## EXERCISE PROMPT:
In the data below, which lines hold "heard"? Copy every one.

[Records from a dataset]

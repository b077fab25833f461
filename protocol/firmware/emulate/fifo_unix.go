//go:build unix

package emulate

import (
	"os"
	"syscall"
)

// fifos makes the two named pipes of QEMU's character device "pipe" and opens
// them, both ways, so that neither end waits for the other to open.
func fifos(path string) (in, out *os.File, err error) {
	for _, end := range []string{".in", ".out"} {
		if err := syscall.Mkfifo(path+end, 0o600); err != nil {
			return nil, nil, err
		}
	}
	if in, err = os.OpenFile(path+".in", os.O_RDWR, 0); err != nil {
		return nil, nil, err
	}
	if out, err = os.OpenFile(path+".out", os.O_RDWR, 0); err != nil {
		in.Close()
	}
	return in, out, err
}
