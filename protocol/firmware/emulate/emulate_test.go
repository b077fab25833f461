package emulate

import (
	"bytes"
	"testing"
	"time"

	"gainwright/protocol"
)

// boards are all of them.
var boards = map[string]func(t testing.TB) *Board{
	"host":       func(t testing.TB) *Board { return Host(t, false) },
	"ATmega328P": func(t testing.TB) *Board { return ATmega328P(t, "m328-sim") },
	"CortexM3":   CortexM3,
}

type heard struct {
	samples []protocol.Sample
	lines   []string
}

func (h *heard) Sample(s protocol.Sample) { h.samples = append(h.samples, s) }
func (h *heard) Line(b []byte)            { h.lines = append(h.lines, string(b)) }
func (h *heard) Bad(raw []byte, _ error)  { h.lines = append(h.lines, "bad "+string(raw)) }

// A turn by hand counts one turn, a restart adds one to the count of starts, and
// the same orders give the same bytes.
func TestTimeHandAndRestart(t *testing.T) {
	for name, start := range boards {
		t.Run(name, func(t *testing.T) {
			t.Parallel()
			session := func(t *testing.T) []byte {
				b := start(t)
				b.Receive(protocol.AppendRequest(nil, "rate", 1, "50 x tu"))
				b.Advance(b.Now() + 100*time.Millisecond)
				b.Hand(1)
				b.Advance(b.Now() + 2500*time.Millisecond)
				b.PowerCycle()
				b.Advance(b.Now() + 300*time.Millisecond)
				if b.Err() != nil {
					t.Fatal(b.Err())
				}
				return b.Output()
			}
			out := session(t)
			var h heard
			var f protocol.Framer
			f.Feed(out, &h)
			if n := len(h.samples); n < 120 || n > 135 {
				t.Fatalf("%d samples in 2.6 s of 50 Hz; lines %q", n, h.lines)
			}
			if turn := h.samples[len(h.samples)-1].Counts - h.samples[0].Counts; turn < 1990 || turn > 2010 {
				t.Errorf("a turn by hand counted %d, want 2000", turn)
			}
			if len(h.lines) < 3 || h.lines[0] != "ev boot 1 power" || !bytes.HasPrefix([]byte(h.lines[len(h.lines)-1]), []byte("ev boot 2 ")) {
				t.Errorf("lines %q", h.lines)
			}
			if again := session(t); !bytes.Equal(out, again) {
				t.Error("the same orders gave other bytes")
			}
		})
	}
}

## REPLY TO THE TASK:
type heard struct {
func (h *heard) Sample(s protocol.Sample) { h.samples = append(h.samples, s) }
func (h *heard) Line(b []byte)            { h.lines = append(h.lines, string(b)) }
func (h *heard) Bad(raw []byte, _ error)  { h.lines = append(h.lines, "bad "+string(raw)) }
			var h heard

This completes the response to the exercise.